PORTLAND, Maine – The nation’s juvenile detention centers are largely ill-equipped to handle transgender teens, leaving them vulnerable to bullying, sexual assault, depression and suicide, advocates say.
Young transgender people are too often sent to girls’ or boys’ lockups based on their anatomy, not their gender identity, and can end up suffering psychologically and getting picked on by other inmates or staff members, according to advocacy groups. Even when they are assigned to detention centers that correspond to their gender identity, they are often victimized.
“There are many systems that are basically clueless as to what the best practice should be, and they end up mistreating transgender girls particularly, just placing them in hallways or handcuffing them to desks,” because the institutions don’t know where to house them, said Flor Bermudez, detention project director at the Transgender Law Center.
Maine plans to review its practices after a 16-year-old transgender boy charged with setting fire to his house killed himself while on a suicide watch in a girls’ unit in the Portland area. The current policy is to house transgender juveniles on a case-by-case basis and not by anatomy alone, in accordance with federal standards.
Michelle Knowles said that her son, Charles, was sad to be in with the girls and that he also struggled with depression, symptoms of schizophrenia and other psychological problems.
“Some of these issues are relatively new to a lot of the people working in the settings,” said Shannon Wilber, youth policy director at the National Center for Lesbian Rights, which also works on behalf of transgender people. She said there is “a lot of ignorance and misconceptions around transgender people.”
Anne Nelsen, president of the Juvenile Corrections Council, a national organization for juvenile-justice professionals, said in the industry’s defense that some juvenile systems are overcrowded and understaffed, lacking clinicians and others adequately trained in dealing with transgender teens.
Nelsen said the profession is still learning.
“Transgender youth are no more common than they ever were, we’re just more aware of them,” she said. “Students are aware and families are, too. What facilities are seeing now are more transgender youth who are coming out as transgender youth.”
The U.S. Justice Department last spring issued a reminder that under the Prison Rape Elimination Act, transgender inmates, including minors, can’t be assigned housing based solely on their genitalia. Prisons are supposed to take into account such factors as how much danger these inmates face and their own view of where they belong and where they would be safest.
Advocates say juvenile centers too often put transgender youth in solitary confinement for their own safety. But the federal standards prohibit routine use of solitary for LGBT prisoners and require detention centers to look for alternatives, such as single-person cells within the general population.
One 19-year-old transgender woman told The Associated Press that during two years in juvenile detention centers and a halfway home in Texas, she was housed with boys and repeatedly victimized.
“I constantly told them I don’t feel comfortable with being who I am while being around a bunch of boys,” said the young woman, who spoke on condition of anonymity after receiving death threats.
She said she went to the hospital twice after being jumped in a secure unit. The first time, other inmates broke her nose, and the second time, they stomped on her and knocked her unconscious, she said. She said that she attempted suicide several times.
“We’re constantly having to fail, education-wise, because we have to pay attention to our surroundings at every second of every day, because we don’t know who’s probably trying to shank us,” said the young woman, who had a history of assault charges and was put in juvenile detention at about 16 after threatening to harm her mother.
The Texas Juvenile Justice Department did not respond to a request for comment.
Activists complain also that some mental health professionals in these institutions are not trained in dealing with transgender issues. And policies vary from state to state on whether transgender juveniles are entitled to hormone therapy or other gender-transition treatments behind bars.
Suppressing someone’s gender expression, inside prison or outside, can worsen psychological problems such as depression, anxiety and gender dysphoria, the distress of feeling that one’s body doesn’t reflect one’s gender, Bermudez said.
No one appears to collect data specifically on assaults or suicides among transgender juvenile inmates. Even statistics on how many transgender youths are behind bars are scant, though they are believed to make up an outsized share of the nation’s more than 500,000 juveniles in lockup annually.
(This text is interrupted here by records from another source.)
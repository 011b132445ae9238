//! What follows what in an item, common to both ways of writing: `FORMAT.md`, sections 4, 5 and 8.

use crate::proof::{Claim, Feature, Place, Quantity, Relation, Rule, Step};

/// Names of the relations and then of the other rules; the place is the number.
pub const NAMES: [&str; 51] = [
    "turn.x", "turn.y", "turn.z", "back.x", "back.y", "turn.s", "plane-", "plane+", "height-",
    "height+", "dot", "cross", "circle", "slide.x", "slide.y", "slide.z", "length", "out.x",
    "out.y", "out.z", "in.x", "in.y", "in.z", "far", "near", "shift.x", "shift.y", "shift.z",
    "close.x", "close.y", "close.z", "open.x", "open.y", "open.z", "rigid", "pair.s", "pair.z",
    "trace", "cone", "along", "along.d", "aim", "sum", "cosine", "sine", "angle", "angle.c",
    "sector", "spread", "spread.k", "tilt",
];
/// Number of `sum`, the first that is no relation.
const SUM: u8 = 42;

/// Why something written is no proof.
#[derive(Clone, Copy, Debug, PartialEq, Eq, thiserror::Error)]
pub enum Malformed {
    /// It ends too early.
    #[error("ends too early")]
    Short,
    /// Something follows the end.
    #[error("something follows the end")]
    Trailing,
    /// Longer than any proof should be.
    #[error("too long")]
    Long,
    /// Does not begin like a proof of this version.
    #[error("not a proof of a known version")]
    Version,
    /// The digest at the end is not that of what stands before it.
    #[error("damaged: the digest does not fit")]
    Digest,
    /// A number is not written in the shortest way or out of range.
    #[error("a number is not well written or out of range")]
    Number,
    /// No text, or text with a line break.
    #[error("a text is not well written")]
    Text,
    /// No such rule, feature, place, quantity or claim.
    #[error("an unknown word or code")]
    Unknown,
    /// The upper end of an interval is below the lower one.
    #[error("an interval is reversed")]
    Reversed,
    /// Only a sum that ends a branch may leave out its quantity.
    #[error("a step needs a quantity")]
    Quantity,
}

/// Reads the parts of an item in order.
pub trait Reader {
    /// Number of a joint, link, cone or variable.
    fn index(&mut self) -> Result<u8, Malformed>;
    /// A feature.
    fn feature(&mut self) -> Result<Feature, Malformed>;
    /// A place.
    fn place(&mut self) -> Result<Place, Malformed>;
    /// A rule's number.
    fn rule(&mut self) -> Result<u8, Malformed>;
    /// The relations of a sum, each read by [`relation`].
    fn list(&mut self) -> Result<Vec<(i64, Relation)>, Malformed>;
}

/// Writes the parts of an item in order.
pub trait Writer {
    /// Number of a joint, link, cone or variable.
    fn index(&mut self, index: u8);
    /// A feature.
    fn feature(&mut self, feature: Feature) -> Result<(), Malformed>;
    /// A place.
    fn place(&mut self, place: Place) -> Result<(), Malformed>;
    /// A rule's number.
    fn rule(&mut self, number: u8);
    /// How many relations a sum has.
    fn count(&mut self, count: usize);
    /// A whole number.
    fn integer(&mut self, number: i64);
}

/// The relation `number` with the arguments that follow.
pub fn relation(number: u8, from: &mut impl Reader) -> Result<Relation, Malformed> {
    use Relation as R;
    Ok(match number {
        0..=2 => R::Turn(number, from.index()?, from.feature()?),
        3..=4 => R::Back(number - 3, from.index()?, from.feature()?),
        5 => R::TurnSquare(from.index()?, from.feature()?),
        6 => R::PlaneBefore(from.index()?, from.feature()?),
        7 => R::PlaneAfter(from.index()?, from.feature()?),
        8 => R::HeightBefore(from.index()?, from.feature()?),
        9 => R::HeightAfter(from.index()?, from.feature()?),
        10 => R::Dot(from.index()?, from.feature()?),
        11 => R::Cross(from.index()?, from.feature()?),
        12 => R::Circle(from.index()?),
        13..=15 => R::Slide(number - 13, from.index()?, from.feature()?),
        16 => R::Length(from.place()?, from.feature()?),
        17..=19 => R::Out(number - 17, from.index()?, from.feature()?),
        20..=22 => R::In(number - 20, from.index()?, from.feature()?),
        23 => R::Far(from.index()?, from.feature()?),
        24 => R::Near(from.index()?, from.feature()?),
        25..=27 => R::Shift(number - 25, from.feature()?),
        28..=30 => R::Close(number - 28, from.feature()?),
        31..=33 => R::Open(number - 31, from.feature()?),
        34 => R::Rigid(from.feature()?),
        35 => R::PairSquare(from.index()?, from.index()?),
        36 => R::PairAxis(from.index()?, from.index()?),
        37 => R::Trace,
        38 => R::Cone(from.index()?),
        39 => R::Along(from.index()?, from.feature()?),
        40 => R::AlongDifference(from.index()?, from.feature()?),
        41 => R::Aim(from.index()?, from.feature()?),
        _ => return Err(Malformed::Unknown),
    })
}

/// The rule `number` with the arguments that follow.
pub fn rule(number: u8, from: &mut impl Reader) -> Result<Rule, Malformed> {
    Ok(match number {
        0..SUM => Rule::One(relation(number, from)?),
        SUM => Rule::Sum(from.list()?),
        43 => Rule::Cosine(from.index()?),
        44 => Rule::Sine(from.index()?),
        45 => Rule::Angle(from.index()?, from.feature()?),
        46 => Rule::AngleOfCircle(from.index()?),
        47 => Rule::Sector(from.index()?, from.feature()?),
        48 => Rule::Spread(from.feature()?),
        49 => Rule::SpreadCone(from.index()?, from.feature()?),
        50 => Rule::Tilt(from.index()?),
        _ => return Err(Malformed::Unknown),
    })
}

/// Whether both forms can hold `text` as a target: one JSON object in one line, nothing around it.
pub fn need_target(text: &str) -> Result<(), Malformed> {
    let one = text.starts_with('{') && text.trim() == text && !text.contains(['\n', '\r']);
    let json = || serde_json::from_str::<&serde_json::value::RawValue>(text).is_ok();
    if one && json() {
        Ok(())
    } else {
        Err(Malformed::Text)
    }
}

/// The number of `first + axis`, if there are that many axes.
fn nth(first: u8, axis: u8, axes: u8) -> Result<u8, Malformed> {
    if axis < axes {
        Ok(first + axis)
    } else {
        Err(Malformed::Unknown)
    }
}

/// Writes a relation's number and arguments.
pub fn write_relation(relation: &Relation, to: &mut impl Writer) -> Result<(), Malformed> {
    to.rule(relation_number(relation)?);
    relation_arguments(relation, to)
}

fn relation_number(relation: &Relation) -> Result<u8, Malformed> {
    use Relation as R;
    Ok(match *relation {
        R::Turn(axis, ..) => nth(0, axis, 3)?,
        R::Back(axis, ..) => nth(3, axis, 2)?,
        R::TurnSquare(..) => 5,
        R::PlaneBefore(..) => 6,
        R::PlaneAfter(..) => 7,
        R::HeightBefore(..) => 8,
        R::HeightAfter(..) => 9,
        R::Dot(..) => 10,
        R::Cross(..) => 11,
        R::Circle(..) => 12,
        R::Slide(axis, ..) => nth(13, axis, 3)?,
        R::Length(..) => 16,
        R::Out(axis, ..) => nth(17, axis, 3)?,
        R::In(axis, ..) => nth(20, axis, 3)?,
        R::Far(..) => 23,
        R::Near(..) => 24,
        R::Shift(axis, ..) => nth(25, axis, 3)?,
        R::Close(axis, ..) => nth(28, axis, 3)?,
        R::Open(axis, ..) => nth(31, axis, 3)?,
        R::Rigid(..) => 34,
        R::PairSquare(..) => 35,
        R::PairAxis(..) => 36,
        R::Trace => 37,
        R::Cone(..) => 38,
        R::Along(..) => 39,
        R::AlongDifference(..) => 40,
        R::Aim(..) => 41,
    })
}

fn relation_arguments(relation: &Relation, to: &mut impl Writer) -> Result<(), Malformed> {
    use Relation as R;
    match *relation {
        R::Turn(_, index, feature)
        | R::Back(_, index, feature)
        | R::TurnSquare(index, feature)
        | R::PlaneBefore(index, feature)
        | R::PlaneAfter(index, feature)
        | R::HeightBefore(index, feature)
        | R::HeightAfter(index, feature)
        | R::Dot(index, feature)
        | R::Cross(index, feature)
        | R::Slide(_, index, feature)
        | R::Out(_, index, feature)
        | R::In(_, index, feature)
        | R::Far(index, feature)
        | R::Near(index, feature)
        | R::Along(index, feature)
        | R::AlongDifference(index, feature)
        | R::Aim(index, feature) => {
            to.index(index);
            to.feature(feature)
        }
        R::Circle(index) | R::Cone(index) => {
            to.index(index);
            Ok(())
        }
        R::Length(place, feature) => {
            to.place(place)?;
            to.feature(feature)
        }
        R::Shift(_, feature) | R::Close(_, feature) | R::Open(_, feature) | R::Rigid(feature) => {
            to.feature(feature)
        }
        R::PairSquare(i, j) | R::PairAxis(i, j) => {
            to.index(i);
            to.index(j);
            Ok(())
        }
        R::Trace => Ok(()),
    }
}

/// Number of a rule.
pub fn rule_number(rule: &Rule) -> Result<u8, Malformed> {
    Ok(match rule {
        Rule::One(relation) => relation_number(relation)?,
        Rule::Sum(_) => SUM,
        Rule::Cosine(_) => 43,
        Rule::Sine(_) => 44,
        Rule::Angle(..) => 45,
        Rule::AngleOfCircle(_) => 46,
        Rule::Sector(..) => 47,
        Rule::Spread(_) => 48,
        Rule::SpreadCone(..) => 49,
        Rule::Tilt(_) => 50,
    })
}

/// Writes what follows a rule's number.
pub fn rule_arguments(rule: &Rule, to: &mut impl Writer) -> Result<(), Malformed> {
    match rule {
        Rule::One(relation) => relation_arguments(relation, to),
        Rule::Sum(list) => {
            to.count(list.len());
            for (multiplier, relation) in list {
                to.integer(*multiplier);
                write_relation(relation, to)?;
            }
            Ok(())
        }
        Rule::Cosine(index)
        | Rule::Sine(index)
        | Rule::AngleOfCircle(index)
        | Rule::Tilt(index) => {
            to.index(*index);
            Ok(())
        }
        Rule::Angle(index, feature)
        | Rule::Sector(index, feature)
        | Rule::SpreadCone(index, feature) => {
            to.index(*index);
            to.feature(*feature)
        }
        Rule::Spread(feature) => to.feature(*feature),
    }
}

/// Refuses a step that lacks a quantity it needs, or counts one from zero.
pub fn need_quantity(step: &Step) -> Result<(), Malformed> {
    use Quantity as Q;
    match (&step.quantity, &step.rule, &step.claim) {
        (
            Some(
                Q::Variable(0)
                | Q::Value(0)
                | Q::Cosine(0)
                | Q::Sine(0)
                | Q::Radius(_, 0)
                | Q::Along(_, 0)
                | Q::Aim(_, 0),
            ),
            ..,
        ) => Err(Malformed::Number),
        (Some(_), ..) | (None, Rule::Sum(_), Claim::Nothing) => Ok(()),
        _ => Err(Malformed::Quantity),
    }
}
A recent study in the Journal of Gender, Social Policy & the Law found that 12 percent of youths in detention halls are transgender or gender-nonconforming, meaning they don’t dress and act in conventionally masculine or feminine ways. Experts say the percentage of transgender youth in the general population is believed to be far lower than that.
Some state or local governments have adopted solid, fair policies, Wilber said. Santa Clara County in California, for example, says transgender youth can have recommended transition-related treatments, including hormones.
Massachusetts, unlike many other states, explicitly allows transgender youth to wear binders to compress their breasts, or breast-like inserts under their shirts. Also, the state holds monthly reviews of where each transgender inmate is being housed.